Emotion-focused therapy (EFT)
Entails the practice of therapy being informed by understanding the role of emotion in psychotherapeutic change. Strategies used in EFT are aimed at strengthening the self, regulating affect, and creating new meaning.
Empathy
A deep and subjective understanding of the client with the client.
Expressive arts therapy
An approach that makes use of various arts—such as movement, drawing, painting, sculpting, music, and improvisation—in a supportive setting for the purpose of growth and healing.
Hierarchy of Needs
We are able to strive toward self-actualization only after these four basic needs are met: physiological, safety, love, and esteem.
Humanistic psychology
A movement, often referred to as the “third force,” that emphasizes freedom, choice, values, growth, self-actualization, becoming, spontaneity, creativity, play, humor, peak experiences, and psychological health.
Immediacy
Addressing what is going on between the client and therapist right now.

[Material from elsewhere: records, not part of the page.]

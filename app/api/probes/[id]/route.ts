import { route } from '@/lib/http/route'
import { operations } from '@/lib/probes/operations'
import { saveProbe } from '@/lib/probes/save-probe'

export const PUT = route(operations.updateProbe, (actor, { params, body }) =>
  saveProbe(actor, { ...body, id: params.id }),
)
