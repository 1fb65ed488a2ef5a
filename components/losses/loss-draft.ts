import type { BlisterPlace, LossKind, ReplacedWhen } from '@/lib/barrels/loss-kinds'
import { lossFaults, untoasted } from '@/lib/barrels/loss-kinds'
import type { LossDto } from '@/lib/barrels/schema'

/** A loss while it is written; what does not belong to its kind stays in the draft and is not sent. */
export type LossDraft = {
  /** Made once a form, so that a second press sends the same loss. */
  id: string
  firingId: string | null
  kind: LossKind
  stavePosition: number | null
  woodLot: string
  blisterPlace: BlisterPlace | null
  blisterSizeMm: number | null
  replacedWhen: ReplacedWhen | null
  replacementLot: string
  isUntoasted: boolean
  replacementToast: string
  words: string
  replacesId: string | null
}

export function newLossDraft(given: { firingId: string | null; woodLot: string; kind: LossKind }): LossDraft {
  return {
    ...given,
    id: crypto.randomUUID(),
    stavePosition: null,
    blisterPlace: null,
    blisterSizeMm: null,
    replacedWhen: null,
    replacementLot: given.woodLot,
    isUntoasted: true,
    replacementToast: '',
    words: '',
    replacesId: null,
  }
}

/** The draft that puts a loss right. */
export function draftOfLoss(loss: LossDto): LossDraft {
  return {
    id: crypto.randomUUID(),
    firingId: loss.firingId,
    kind: loss.kind,
    stavePosition: loss.stavePosition,
    woodLot: loss.woodLot,
    blisterPlace: loss.blisterPlace,
    blisterSizeMm: loss.blisterSizeMm,
    replacedWhen: loss.replacedWhen,
    replacementLot: loss.replacementLot ?? loss.woodLot,
    isUntoasted: loss.replacementToast === null || loss.replacementToast === untoasted,
    replacementToast: loss.replacementToast === untoasted ? '' : (loss.replacementToast ?? ''),
    words: loss.words,
    replacesId: loss.id,
  }
}

/** What is sent: the fields of its kind, and no others. */
export function lossBody(draft: LossDraft) {
  const isBlister = draft.kind === 'blister'
  const isReplaced = draft.kind === 'stave replaced'
  const isLate = isReplaced && draft.replacedWhen === 'after the toast'
  return {
    id: draft.id,
    firingId: draft.firingId,
    kind: draft.kind,
    stavePosition: draft.stavePosition,
    woodLot: draft.woodLot.trim(),
    blisterPlace: isBlister ? draft.blisterPlace : null,
    blisterSizeMm: isBlister ? draft.blisterSizeMm : null,
    replacedWhen: isReplaced ? draft.replacedWhen : null,
    replacementLot: isReplaced ? draft.replacementLot.trim() || null : null,
    replacementToast: isLate ? (draft.isUntoasted ? untoasted : draft.replacementToast.trim() || null) : null,
    words: draft.words.trim(),
    ...(draft.replacesId === null ? {} : { replacesId: draft.replacesId }),
  }
}

/** What the draft lacks, by field, before it is sent. */
export function draftFaults(draft: LossDraft): Record<string, string> {
  const faults = Object.fromEntries(lossFaults(lossBody(draft)))
  return draft.woodLot.trim() === '' ? { ...faults, woodLot: 'Name the wood lot.' } : faults
}
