'use client'

import { useState } from 'react'
import useSWR from 'swr'
import { bodyOf, emptyDraft, referenceOf, resultOf } from '@/components/probes/check-draft'
import type { CheckDraft } from '@/components/probes/check-draft'
import { CheckDone } from '@/components/probes/check-done'
import { CheckPointStep } from '@/components/probes/check-point-step'
import { CheckPrepareStep } from '@/components/probes/check-prepare-step'
import { CheckResultStep } from '@/components/probes/check-result-step'
import { CheckSettleStep } from '@/components/probes/check-settle-step'
import { StepList } from '@/components/probes/step-list'
import { useRecentReadings } from '@/components/probes/use-recent-readings'
import { useRequest } from '@/components/ui/use-request'
import type { TemperatureUnit } from '@/lib/format'
import { apiPath, callApi, getApi } from '@/lib/http/api-client'
import { settlingRule } from '@/lib/probes/settling-rule'
import type { ProbeDetailDto } from '@/lib/probes/schema'
import type { SiteRules } from '@/lib/science/site-rules'

export type CheckWalkProps = {
  probe: ProbeDetailDto
  rules: SiteRules['checks']
  zone: string
  unit: TemperatureUnit
  serverNowMs: number
}

const steps = ['Point', 'Prepare', 'Settle', 'Result'] as const

/** Walks a person through one check: point, preparation, settling, result. Fetches and sends; the steps draw. */
export function CheckWalk({ probe: first, rules, zone, unit, serverNowMs }: CheckWalkProps) {
  const { data: probe = first, mutate } = useSWR(
    apiPath('/api/probes/{id}', { id: first.id }),
    getApi<ProbeDetailDto>,
    { fallbackData: first, revalidateOnMount: false, revalidateOnFocus: false },
  )
  const [step, setStep] = useState(0)
  const [draft, setDraft] = useState<CheckDraft>(emptyDraft)
  const [isDone, setIsDone] = useState(false)
  const { isBusy, problem, setProblem, send } = useRequest()
  const rule = settlingRule(rules)
  // What was recorded on this page since it was opened counts too.
  const nowMs = Math.max(serverNowMs, ...probe.allChecks.map((check) => Date.parse(check.checkedAt)))
  const live = useRecentReadings(probe.id, rule, step === 2 && !isDone)
  const change = (part: Partial<CheckDraft>) => setDraft((before) => ({ ...before, ...part }))

  function goTo(next: number) {
    setProblem(null)
    setStep(next)
  }

  async function record() {
    const isRecorded = await send(() =>
      callApi('POST', '/api/probes/{id}/checks', { params: { id: probe.id }, body: bodyOf(draft) }),
    )
    if (!isRecorded) return
    await mutate()
    setIsDone(true)
  }

  function again() {
    // The pressure and the altitude of a day hold for the next probe's walk as well; the rest begins anew.
    setDraft({ ...emptyDraft, by: draft.by, stationPressureHpa: draft.stationPressureHpa })
    setIsDone(false)
    goTo(0)
  }

  if (isDone && draft.kind !== null) return <CheckDone probe={probe} kind={draft.kind} onAgain={again} />
  const result = resultOf(draft)
  return (
    <>
      <StepList steps={steps} current={step} />
      {step === 0 ? (
        <CheckPointStep
          probe={probe}
          nowMs={nowMs}
          zone={zone}
          unit={unit}
          onChoose={(kind) => {
            change({ kind, taken: null })
            goTo(1)
          }}
        />
      ) : null}
      {step === 1 && draft.kind !== null ? (
        <CheckPrepareStep
          draft={draft}
          unit={unit}
          isReady={referenceOf(draft) !== null}
          onChange={change}
          onBack={() => goTo(0)}
          onNext={() => goTo(2)}
        />
      ) : null}
      {step === 2 ? (
        <CheckSettleStep
          name={probe.name}
          live={live}
          rule={rule}
          unit={unit}
          onTake={(taken) => {
            change({ taken })
            goTo(3)
          }}
          onBack={() => goTo(1)}
        />
      ) : null}
      {step === 3 && result !== null && draft.kind !== null ? (
        <CheckResultStep
          draft={{ ...draft, kind: draft.kind }}
          result={result}
          checks={probe.allChecks}
          nowMs={nowMs}
          months={rules.probeMonths}
          unit={unit}
          isBusy={isBusy}
          problem={problem}
          onDueOn={(dueOn) => change({ dueOn })}
          onBack={() => goTo(2)}
          onRecord={() => void record()}
        />
      ) : null}
    </>
  )
}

Motivational Interviewing (MI)
A humanistic, client-centered, psychosocial, directive counseling approach that was developed by William R. Miller and Stephen Rollnick in the early 1980s.
Person-centered expressive arts therapy
Pioneered by Natalie Rogers, it extends person-centered theory by helping individuals access their feelings through creative expressions. (Same as expressive arts therapy.)
Positive psychology
A movement that has come into prominence, which shares many concepts on the healthy side of human existence with the humanistic approach.
Presence
The ability to “be with” someone fully in the present moment; being engaged and absorbed in the relationship with the client.
Self-actualization
The central theme of the work of Abraham Maslow. His theory of self-actualization is postulated on a hierarchy of needs as a source of motivation.
Stages of Change
People are assumed to progress through a series of five identifiable stages of motivation and readiness to change in the counseling process. They include the precontemplation stage, the contemplation stage, the preparation stage, the action stage, and the maintenance stage.